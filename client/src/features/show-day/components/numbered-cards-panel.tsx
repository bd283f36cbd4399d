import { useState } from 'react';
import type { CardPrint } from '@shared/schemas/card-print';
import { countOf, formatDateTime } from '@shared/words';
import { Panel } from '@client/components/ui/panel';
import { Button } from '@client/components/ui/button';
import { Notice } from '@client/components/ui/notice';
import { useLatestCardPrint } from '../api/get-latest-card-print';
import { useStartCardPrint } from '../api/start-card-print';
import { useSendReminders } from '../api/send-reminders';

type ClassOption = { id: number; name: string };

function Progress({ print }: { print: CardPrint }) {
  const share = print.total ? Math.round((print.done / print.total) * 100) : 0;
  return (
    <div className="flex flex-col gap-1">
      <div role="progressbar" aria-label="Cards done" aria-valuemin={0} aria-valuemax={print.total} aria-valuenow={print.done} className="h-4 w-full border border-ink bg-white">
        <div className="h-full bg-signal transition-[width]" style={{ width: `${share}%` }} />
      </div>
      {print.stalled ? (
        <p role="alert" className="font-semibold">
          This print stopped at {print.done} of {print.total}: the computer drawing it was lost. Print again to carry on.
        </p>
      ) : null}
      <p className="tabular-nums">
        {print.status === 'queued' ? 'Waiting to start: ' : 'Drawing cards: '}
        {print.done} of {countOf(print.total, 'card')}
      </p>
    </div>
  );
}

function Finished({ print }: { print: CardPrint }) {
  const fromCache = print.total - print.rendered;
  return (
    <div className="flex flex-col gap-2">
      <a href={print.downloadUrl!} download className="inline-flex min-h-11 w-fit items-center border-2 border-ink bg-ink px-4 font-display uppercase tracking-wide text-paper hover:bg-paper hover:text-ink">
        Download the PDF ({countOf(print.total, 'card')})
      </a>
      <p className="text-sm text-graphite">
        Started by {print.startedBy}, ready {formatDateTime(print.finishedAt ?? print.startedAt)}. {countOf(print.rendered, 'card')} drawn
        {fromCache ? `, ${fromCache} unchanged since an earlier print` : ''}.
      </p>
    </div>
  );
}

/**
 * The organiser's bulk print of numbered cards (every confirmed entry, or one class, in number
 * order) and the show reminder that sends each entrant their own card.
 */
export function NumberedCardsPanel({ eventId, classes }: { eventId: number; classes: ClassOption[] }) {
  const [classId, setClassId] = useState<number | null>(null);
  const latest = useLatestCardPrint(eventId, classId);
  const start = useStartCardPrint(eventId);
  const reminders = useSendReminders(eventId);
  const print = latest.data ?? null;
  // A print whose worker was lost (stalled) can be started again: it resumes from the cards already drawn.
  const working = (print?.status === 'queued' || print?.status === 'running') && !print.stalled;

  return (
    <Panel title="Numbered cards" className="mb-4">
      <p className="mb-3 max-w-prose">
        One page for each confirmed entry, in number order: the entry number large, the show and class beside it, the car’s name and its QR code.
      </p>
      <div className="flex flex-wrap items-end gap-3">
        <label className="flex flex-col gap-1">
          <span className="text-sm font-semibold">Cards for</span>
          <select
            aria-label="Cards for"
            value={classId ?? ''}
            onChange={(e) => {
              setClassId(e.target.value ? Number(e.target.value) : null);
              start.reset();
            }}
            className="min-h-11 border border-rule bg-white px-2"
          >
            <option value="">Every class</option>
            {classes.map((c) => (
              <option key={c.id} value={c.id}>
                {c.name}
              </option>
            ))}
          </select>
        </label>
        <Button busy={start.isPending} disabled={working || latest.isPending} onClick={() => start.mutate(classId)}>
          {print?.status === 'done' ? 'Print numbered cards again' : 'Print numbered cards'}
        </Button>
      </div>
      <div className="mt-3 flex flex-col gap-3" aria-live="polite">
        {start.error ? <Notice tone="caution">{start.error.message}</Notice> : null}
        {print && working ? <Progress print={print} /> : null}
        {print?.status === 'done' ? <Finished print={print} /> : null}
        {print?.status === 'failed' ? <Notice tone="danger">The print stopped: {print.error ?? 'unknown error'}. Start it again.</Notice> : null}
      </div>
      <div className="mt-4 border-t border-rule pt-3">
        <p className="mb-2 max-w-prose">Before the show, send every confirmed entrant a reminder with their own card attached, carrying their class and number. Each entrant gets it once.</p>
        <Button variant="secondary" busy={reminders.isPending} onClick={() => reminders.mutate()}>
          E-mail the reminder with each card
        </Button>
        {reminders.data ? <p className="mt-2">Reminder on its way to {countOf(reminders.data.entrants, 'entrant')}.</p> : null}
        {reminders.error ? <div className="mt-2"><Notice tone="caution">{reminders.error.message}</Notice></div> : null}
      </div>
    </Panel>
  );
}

-.-.-

◆ **DIRECTIONS FOR THIS TASK**:
Would you reproduce all the entries exactly?

◆ **RESPONSE FOR THIS EXERCISE**:
filename client/src/features/show-day/components/numbered-cards-panel.tsx
repository bd283f36cbd4399d
import { useState } from 'react';
import type { CardPrint } from '@shared/schemas/card-print';
import { countOf, formatDateTime } from '@shared/words';
import { Panel } from '@client/components/ui/panel';
import { Button } from '@client/components/ui/button';
import { Notice } from '@client/components/ui/notice';
import { useLatestCardPrint } from '../api/get-latest-card-print';
import { useStartCardPrint } from '../api/start-card-print';
import { useSendReminders } from '../api/send-reminders';

type ClassOption = { id: number; name: string };

function Progress({ print }: { print: CardPrint }) {
  const share = print.total ? Math.round((print.done / print.total) * 100) : 0;
  return (
    <div className="flex flex-col gap-1">
      <div role="progressbar" aria-label="Cards done" aria-valuemin={0} aria-valuemax={print.total} aria-valuenow={print.done} className="h-4 w-full border border-ink bg-white">
        <div className="h-full bg-signal transition-[width]" style={{ width: `${share}%` }} />
      </div>
      {print.stalled ? (
        <p role="alert" className="font-semibold">
          This print stopped at {print.done} of {print.total}: the computer drawing it was lost. Print again to carry on.
        </p>
      ) : null}
      <p className="tabular-nums">
        {print.status === 'queued' ? 'Waiting to start: ' : 'Drawing cards: '}
        {print.done} of {countOf(print.total, 'card')}
      </p>
    </div>
  );
}

function Finished({ print }: { print: CardPrint }) {
  const fromCache = print.total - print.rendered;
  return (
    <div className="flex flex-col gap-2">
      <a href={print.downloadUrl!} download className="inline-flex min-h-11 w-fit items-center border-2 border-ink bg-ink px-4 font-display uppercase tracking-wide text-paper hover:bg-paper hover:text-ink">
        Download the PDF ({countOf(print.total, 'card')})
      </a>
      <p className="text-sm text-graphite">
        Started by {print.startedBy}, ready {formatDateTime(print.finishedAt ?? print.startedAt)}. {countOf(print.rendered, 'card')} drawn
        {fromCache ? `, ${fromCache} unchanged since an earlier print` : ''}.
      </p>
    </div>
  );
}

/**
 * The organiser's bulk print of numbered cards (every confirmed entry, or one class, in number
 * order) and the show reminder that sends each entrant their own card.
 */
export function NumberedCardsPanel({ eventId, classes }: { eventId: number; classes: ClassOption[] }) {
  const [classId, setClassId] = useState<number | null>(null);
  const latest = useLatestCardPrint(eventId, classId);
  const start = useStartCardPrint(eventId);
  const reminders = useSendReminders(eventId);
  const print = latest.data ?? null;
  // A print whose worker was lost (stalled) can be started again: it resumes from the cards already drawn.
  const working = (print?.status === 'queued' || print?.status === 'running') && !print.stalled;

  return (
    <Panel title="Numbered cards" className="mb-4">
      <p className="mb-3 max-w-prose">
        One page for each confirmed entry, in number order: the entry number large, the show and class beside it, the car’s name and its QR code.
      </p>
      <div className="flex flex-wrap items-end gap-3">
        <label className="flex flex-col gap-1">
          <span className="text-sm font-semibold">Cards for</span>
          <select
            aria-label="Cards for"
            value={classId ?? ''}
            onChange={(e) => {
              setClassId(e.target.value ? Number(e.target.value) : null);
              start.reset();
            }}
            className="min-h-11 border border-rule bg-white px-2"
          >
            <option value="">Every class</option>
            {classes.map((c) => (
              <option key={c.id} value={c.id}>
                {c.name}
              </option>
            ))}
          </select>
        </label>
        <Button busy={start.isPending} disabled={working || latest.isPending} onClick={() => start.mutate(classId)}>
          {print?.status === 'done' ? 'Print numbered cards again' : 'Print numbered cards'}
        </Button>
      </div>
      <div className="mt-3 flex flex-col gap-3" aria-live="polite">
        {start.error ? <Notice tone="caution">{start.error.message}</Notice> : null}
        {print && working ? <Progress print={print} /> : null}
        {print?.status === 'done' ? <Finished print={print} /> : null}
        {print?.status === 'failed' ? <Notice tone="danger">The print stopped: {print.error ?? 'unknown error'}. Start it again.</Notice> : null}
      </div>
      <div className="mt-4 border-t border-rule pt-3">
        <p className="mb-2 max-w-prose">Before the show, send every confirmed entrant a reminder with their own card attached, carrying their class and number. Each entrant gets it once.</p>
        <Button variant="secondary" busy={reminders.isPending} onClick={() => reminders.mutate()}>
          E-mail the reminder with each card
        </Button>
        {reminders.data ? <p className="mt-2">Reminder on its way to {countOf(reminders.data.entrants, 'entrant')}.</p> : null}
        {reminders.error ? <div className="mt-2"><Notice tone="caution">{reminders.error.message}</Notice></div> : null}
      </div>
    </Panel>
  );
}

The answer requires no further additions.